Using the algebraic identity $\left( {{a^2} - {b^2}} \right) = \left( {a - b} \right)\left( {a + b} \right)$, we get,
$\Rightarrow f'\left( x \right){\text{ = }}\mathop {\lim }\limits_{h \to 0} \dfrac{{\left[ {{{\left( {x + h} \right)}^2} - {x^2}} \right]\left[ {{{\left( {x + h} \right)}^2} + {x^2}} \right]}}{h}$
Opening the whole square terms using the algebraic identities ${\left( {a + b} \right)^2} = {a^2} + 2ab + {b^2}$, we get,
$\Rightarrow f'\left( x \right){\text{ = }}\mathop {\lim }\limits_{h \to 0} \dfrac{{\left[ {{x^2} + 2hx + {h^2} - {x^2}} \right]\left[ {{x^2} + 2hx + {h^2} + {x^2}} \right]}}{h}$
Cancelling the numerator and denominator and simplifying the limit further,
$\Rightarrow f'\left( x \right){\text{ = }}\mathop {\lim }\limits_{h \to 0} \dfrac{{\left[ {2hx + {h^2}} \right]\left[ {2{x^2} + 2hx + {h^2}} \right]}}{h}$

Taking $h$ common from the first bracket and cancelling the common terms in numerator and denominator, we get,
$\Rightarrow f'\left( x \right){\text{ = }}\mathop {\lim }\limits_{h \to 0} \dfrac{{h\left[ {2x + h} \right]\left[ {2{x^2} + 2hx + {h^2}} \right]}}{h}$
$\Rightarrow f'\left( x \right){\text{ = }}\mathop {\lim }\limits_{h \to 0} \left[ {2x + h} \right]\left[ {2{x^2} + 2hx + {h^2}} \right]$
Now, putting the limit of the variable and getting to the final answer, we get,
$\Rightarrow f'\left( x \right){\text{ = }}\left[ {2x + 0} \right]\left[ {2{x^2} + 0 + {0^2}} \right]$
Simplifying the calculations, we get,
$\therefore f'\left( x \right){\text{ = }}4{x^3}$

Therefore, the derivative of the function $f\left( x \right) = {x^4}$ with respect to x is $f'(x){\text{ = }}4{x^3}$.

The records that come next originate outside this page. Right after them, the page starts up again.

// Names and descriptions shared by the run-file writer and reader (docs/hdf5-layout.md).
#pragma once

#include <array>
#include <string_view>

#include "wetfront/profiles/visit_balance.hpp"
#include "wetfront/solver/column_run.hpp"

namespace wetfront::profiles::layout {

inline constexpr std::string_view kSignConvention =
    "Depths are positive downward from the soil surface. Fluxes are positive downward "
    "(infiltration, drainage and recharge positive; capillary rise negative). Evaporation and "
    "transpiration are positive amounts of water leaving the soil.";

// A cumulative balance term: dataset name in /balance, member, long name.
struct CumulativeTerm {
  std::string_view name;
  double solver::CumulativeBalance::*member;
  std::string_view long_name;
};

inline constexpr std::array<CumulativeTerm, 10> kCumulativeTerms{{
    {"water_input", &solver::CumulativeBalance::water_input_cm,
     "rain and irrigation reaching the surface since the run start"},
    {"potential_evaporation", &solver::CumulativeBalance::potential_evaporation_cm,
     "potential evaporation since the run start"},
    {"actual_evaporation", &solver::CumulativeBalance::actual_evaporation_cm,
     "evaporation from the soil surface since the run start (positive leaving the soil)"},
    {"runoff", &solver::CumulativeBalance::runoff_cm, "surface runoff since the run start"},
    {"infiltration", &solver::CumulativeBalance::infiltration_cm,
     "net flow across the soil surface since the run start (positive downward)"},
    {"transpiration", &solver::CumulativeBalance::transpiration_cm,
     "root water uptake since the run start (positive leaving the soil)"},
    {"bottom_flux", &solver::CumulativeBalance::bottom_flux_cm,
     "flow across the column bottom since the run start (positive downward, out of the column)"},
    {"ponded_depth", &solver::CumulativeBalance::ponded_depth_cm, "water held on the soil surface"},
    {"soil_storage", &solver::CumulativeBalance::soil_storage_cm, "water stored in the soil column"},
    {"balance_error", &solver::CumulativeBalance::balance_error_cm,
     "storage change minus (infiltration - transpiration - bottom flux) since the run start"},
}};

struct IntervalTerm {
  std::string_view name;
  double IntervalBalance::*member;
  std::string_view long_name;
};

inline constexpr std::array<IntervalTerm, 10> kIntervalTerms{{
    {"water_input", &IntervalBalance::water_input_cm, "rain and irrigation reaching the surface in the interval"},
    {"potential_evaporation", &IntervalBalance::potential_evaporation_cm, "potential evaporation in the interval"},
    {"actual_evaporation", &IntervalBalance::actual_evaporation_cm,
     "evaporation from the soil surface in the interval (positive leaving the soil)"},
    {"runoff", &IntervalBalance::runoff_cm, "surface runoff in the interval"},
    {"infiltration", &IntervalBalance::infiltration_cm,
     "net flow across the soil surface in the interval (positive downward)"},
    {"transpiration", &IntervalBalance::transpiration_cm,
     "root water uptake in the interval (positive leaving the soil)"},
    {"bottom_flux", &IntervalBalance::bottom_flux_cm,
     "flow across the column bottom in the interval (positive downward, out of the column)"},
    {"ponded_change", &IntervalBalance::ponded_change_cm, "change of the water held on the surface over the interval"},
    {"storage_change", &IntervalBalance::storage_change_cm, "change of the water stored in the soil over the interval"},
    {"balance_error_change", &IntervalBalance::balance_error_change_cm,
     "change of the cumulative balance error over the interval"},
}};

// Per-cell profile datasets in /profiles: name, member, units, long name.
struct ProfileField {
  std::string_view name;
  std::vector<double> solver::ProfileSnapshot::*member;
  std::string_view units;
  std::string_view long_name;
};

inline const std::array<ProfileField, 4> kCellFields{{
    {"pressure_head", &solver::ProfileSnapshot::head_cm, "cm", "pressure head at the cell centre"},
    {"water_content", &solver::ProfileSnapshot::water_content, "cm3/cm3", "volumetric water content of the cell"},
    {"conductivity", &solver::ProfileSnapshot::conductivity_cm_per_d, "cm/d",
     "unsaturated hydraulic conductivity at the cell centre"},
    {"sink_rate", &solver::ProfileSnapshot::sink_rate_per_day, "1/d",
     "root water uptake per unit soil volume (positive leaving the soil)"},
}};

}  // namespace wetfront::profiles::layout
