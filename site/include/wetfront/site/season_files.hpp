// The files of a season run: the HDF5 run file and, beside it, NAME-visits.csv (the balance per
// visit interval) and NAME-sensors.csv (the fit metrics per sensor), written as one set with one
// run id.
#pragma once

#include <filesystem>
#include <functional>
#include <optional>
#include <string>
#include <vector>

#include "wetfront/profiles/run_file_stream.hpp"
#include "wetfront/profiles/run_record.hpp"
#include "wetfront/site/run_season.hpp"
#include "wetfront/site/sensor_check.hpp"

namespace wetfront::site {

struct SeasonFiles {
  std::filesystem::path run_file;
  std::filesystem::path visits_csv;
  std::filesystem::path sensors_csv;
};

// The run file `run_file` with its tables beside it: NAME-visits.csv and NAME-sensors.csv.
SeasonFiles season_files(const std::filesystem::path& run_file);

// The set a site writes by default: the site file's name with .h5, and its tables.
SeasonFiles default_season_files(const std::filesystem::path& site_file);

// Gives `record` a new run id and writes the run file with its visit table and, where the site
// has sensor metrics, its sensor table, as one set. Without metrics an earlier sensor table is
// removed: it would no longer describe this run file. Returns whether the sensor table was
// written. With `stream`, the run file is that stream (its profiles written as the run went),
// finished with the record's other parts and committed. Throws base::InputError naming a file
// that cannot be written.
bool write_season_files(profiles::RunRecord& record, const SensorCheck& sensors, const SeasonFiles& files,
                        profiles::RunFileStream* stream = nullptr);

// A table beside a run file that carries another run id than the run file (a run stopped
// between its renames, or a file copied from elsewhere); `run_id` is empty when it has none.
struct ForeignTable {
  std::filesystem::path csv;
  std::string run_id;
};

// The existing tables of `files` that do not belong to `record`; none for a run file from before
// run ids.
std::vector<ForeignTable> foreign_tables(const SeasonFiles& files, const profiles::RunRecord& record);

// A season whose profiles go to the run file's temporary name as the run reaches them; then
// `before_writing` (e.g. a grid check of the result), then the whole set (write_season_files).
// Throws base::InputError naming a file that cannot be written.
struct WrittenSeason {
  SeasonResult result;
  bool sensor_table = false;  // whether NAME-sensors.csv was written
};
WrittenSeason run_season_to_files(Season season, const SeasonFiles& files, const std::string& program_version,
                                  const SimulateStreamed& simulate,
                                  const std::function<void(const SeasonResult&)>& before_writing = {});

// A finished run back from its run file, read first in a child process (probe_run_file): the
// record without its profiles and, where it holds field checks, the sensor check. Throws
// base::InputError naming a damaged or unreadable file.
struct StoredRun {
  std::filesystem::path run_file;
  profiles::RunRecord record;
  std::optional<SensorCheck> sensors;
};
StoredRun read_stored_run(const std::filesystem::path& run_file);

// The tables of a stored run written again, each only when its path is not empty: the balance per
// visit interval to `visits_csv`, the fit metrics to `sensors_csv`, under the run's id.
// check_stored_tables, before any output: throws base::InputError when the metrics are asked for
// and the run holds none. write_stored_tables throws base::InputError naming a file it cannot write.
void check_stored_tables(const StoredRun& stored, const std::filesystem::path& sensors_csv);
void write_stored_tables(const StoredRun& stored, const std::filesystem::path& visits_csv,
                         const std::filesystem::path& sensors_csv);

}  // namespace wetfront::site
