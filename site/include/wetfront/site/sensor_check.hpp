// The sensors against the model after a run: fit metrics per sensor and pooled per quantity,
// and per visit interval the Darcy estimate from a tensiometer pair and the water-table-
// fluctuation estimate from a well beside the model's drainage at the recharge plane.
#pragma once

#include <optional>
#include <string>
#include <vector>

#include "wetfront/site/season_setup.hpp"
#include "wetfront/site/sensor_readings.hpp"
#include "wetfront/site/simulated_profiles.hpp"
#include "wetfront/observations/fit_metrics.hpp"
#include "wetfront/profiles/run_record.hpp"

namespace wetfront::site {

struct SensorFitRow {
  std::string name;  // sensor name, or "all tensiometers" / "all probes" when pooled
  std::string kind;
  double depth_cm = 0;   // NaN for a pooled row
  std::string quantity;  // "pressure head" or "water content"
  std::string unit;      // "cm" or "cm3/cm3"
  observations::FitMetrics metrics;
  // Each left-out reading counts once: outside the run first, then outside the depths.
  int beyond_working_limit = 0;  // left out: tensiometer beyond its working limit
  int outside_run = 0;           // left out: before the start or after the end reached
  int outside_depth = 0;         // left out: above the shallowest or below the deepest cell centre
};

// One visit interval of a recharge estimate from field data beside the model's drainage.
struct EstimateInterval {
  double start_day = 0;
  double end_day = 0;
  double model_cm = 0;                // drainage at the recharge plane over the interval
  std::optional<double> estimate_cm;  // empty when a visit has no usable reading
  std::string missing;                // why there is no estimate
  bool disagree = false;
  double ratio = 0;
  std::vector<std::string> reasons;
  // Water-table fluctuation only: the depth of the water table below the surface (positive
  // down) read at the interval's ends.
  std::optional<double> start_depth_cm, end_depth_cm;
};
using DarcyInterval = EstimateInterval;

struct DarcyCheck {
  std::string upper_name, lower_name;
  double upper_depth_cm = 0, lower_depth_cm = 0;
  std::string soil_note;  // which layer's hydraulic model gives K
  std::vector<EstimateInterval> intervals;
};

// Water-table fluctuation (Healy & Cook 2002) from an observation well, per visit interval.
struct WaterTableCheck {
  std::string well;
  double specific_yield = 0;
  double recession_cm_per_d = 0;
  std::string specific_yield_note;
  std::vector<EstimateInterval> intervals;
};

// Water stored between the shallowest and the deepest probe at each visit, from the probe
// readings and from the model at the same depths and times (trapezoid over the probe depths).
struct StorageVisit {
  double day = 0;
  std::optional<double> observed_cm;   // empty when a depth has no reading within the window
  std::optional<double> simulated_cm;  // empty with observed_cm, or outside the run reached
};

struct StorageInterval {
  double start_day = 0;
  double end_day = 0;
  std::optional<double> observed_change_cm;  // end minus start; positive when water was gained
  std::optional<double> simulated_change_cm;
};

struct StorageCheck {
  std::vector<double> depths_cm;         // distinct probe depths (or core depths without two probe depths), increasing
  std::vector<std::string> probe_names;  // probes at these depths, then core-sample entries with readings at them
  std::vector<StorageVisit> visits;      // the run start and every visit
  std::vector<StorageInterval> intervals;  // one per visit interval
  bool usable() const { return depths_cm.size() >= 2; }
};

struct SensorCheck {
  std::vector<SensorFitRow> sensors;  // one per sensor, in site-file order
  std::vector<SensorFitRow> pooled;   // per quantity present
  std::optional<DarcyCheck> darcy;
  std::optional<WaterTableCheck> water_table;
  std::optional<StorageCheck> storage;  // set by check_sensors
};

// Readings nearer than this to an interval's end visit are taken as read at the visit.
inline constexpr double kVisitReadingWindowDays = 1.0;
// The factor and the amount below which two recharge estimates count as agreeing.
inline constexpr double kAgreementFactor = 2.0;
inline constexpr double kNegligibleRechargeCm = 0.01;  // 0.1 mm

// One source of water contents for the stored water: a probe at its depth, or one core
// sampling depth of a core-samples entry.
struct StorageSource {
  std::string name;  // the probe or the core-samples entry
  bool core = false;
  double depth_cm = 0;
};

// The one rule for the stored-water depths, used by `run` (from the readings) and `show` (from
// the run file): the distinct probe depths; the distinct core depths instead when the probes
// give fewer than two and the cores two or more. Fills depths_cm and, as sources, the probes
// and then the core entries with a depth among them (each name once, in the order given).
void choose_storage_depths(const std::vector<StorageSource>& sources, StorageCheck& check);

// The stored-water comparison alone (check_sensors calls it). The depths are those of the
// probes; at a visit where no probe at a depth has a reading, core samples taken at that depth
// stand in. Without probes at two depths the core depths are used. With fewer than two depths
// only depths_cm and probe_names are filled.
StorageCheck check_storage(const std::vector<SensorRecord>& readings, const profiles::RunRecord& record);

SensorCheck check_sensors(const Season& season, const std::vector<SensorRecord>& readings,
                          const profiles::RunRecord& record);
// The same with the simulated values given (gathered as the run went when the record keeps no
// profiles).
SensorCheck check_sensors(const Season& season, const std::vector<SensorRecord>& readings,
                          const profiles::RunRecord& record, const SensorProfiles& simulated);

// Per visit interval the water-table-fluctuation estimate from the first observation well,
// or nothing without a well.
std::optional<WaterTableCheck> check_water_table(const Season& season, const std::vector<SensorRecord>& readings,
                                                 const profiles::RunRecord& record);

// The reliable reading of `r` within kVisitReadingWindowDays of `day`, the nearest one.
const observations::Observation* reading_near(const SensorRecord& r, double day);

// Flags an interval whose estimate differs from the model's drainage (kAgreementFactor,
// kNegligibleRechargeCm) and fills its reasons.
void compare_with_model(EstimateInterval& interval);

// The readings beside the simulated values, and the metrics, for the run file.
profiles::SensorComparisonRecord comparison_record(const SensorCheck& check, const std::vector<SensorRecord>& readings,
                                                   const solver::ColumnRun& run);
profiles::SensorComparisonRecord comparison_record(const SensorCheck& check, const std::vector<SensorRecord>& readings,
                                                   const SensorProfiles& simulated);

// Puts the Darcy and water-table estimates and the stored water into the record (its
// optionals stay empty for the checks the site does not have). field_check_record.cpp.
void store_field_checks(const SensorCheck& check, profiles::RunRecord& record);

// Everything `run` reported about the sensors, back from a run file: metrics, Darcy and
// water-table estimates (agreement recomputed from the stored amounts), stored water.
SensorCheck check_from_record(const profiles::RunRecord& record);

}  // namespace wetfront::site
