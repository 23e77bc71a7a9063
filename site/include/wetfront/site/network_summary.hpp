// The summary of a network: one row per site and one per site and visit interval, written as
// NAME-sites.csv, NAME-intervals.csv and NAME.h5 (docs/network-file.md) as one set.
#pragma once

#include <filesystem>
#include <string>
#include <vector>

#include "wetfront/site/network.hpp"
#include "wetfront/site/report_table.hpp"

namespace wetfront::site {

struct NetworkSummaryFiles {
  std::filesystem::path study_file;     // NAME.h5
  std::filesystem::path sites_csv;      // NAME-sites.csv
  std::filesystem::path intervals_csv;  // NAME-intervals.csv
};

// The files of the plan's summary (plan.summary has no extension).
NetworkSummaryFiles network_summary_files(const NetworkPlan& plan);

// One row per site: status, period, season totals, estimates and the fit of the heads.
ReportTable sites_table(const std::vector<NetworkSite>& sites);

// One row per site and visit interval.
ReportTable intervals_table(const std::vector<NetworkSite>& sites);

struct NetworkSummary {
  ReportTable sites;
  ReportTable intervals;
};

// Writes the summary files under one new run id and returns the tables written. Throws
// base::InputError naming a file that cannot be written; then none of them appears.
NetworkSummary write_network_summary(const NetworkSummaryFiles& files, const NetworkPlan& plan,
                                     const std::vector<NetworkSite>& sites, const std::string& program_version);

}  // namespace wetfront::site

Note: The derivative of the given function can also be calculated by using the power rule of differentiation. According to the power rule of differentiation, the derivative of ${x^n}$ is $n{x^{n - 1}}$. So, going by the power rule of differentiation, the derivative of $f(x) = {x^4}$ is $4{x^3}$. So, we get the same answer from both the methods.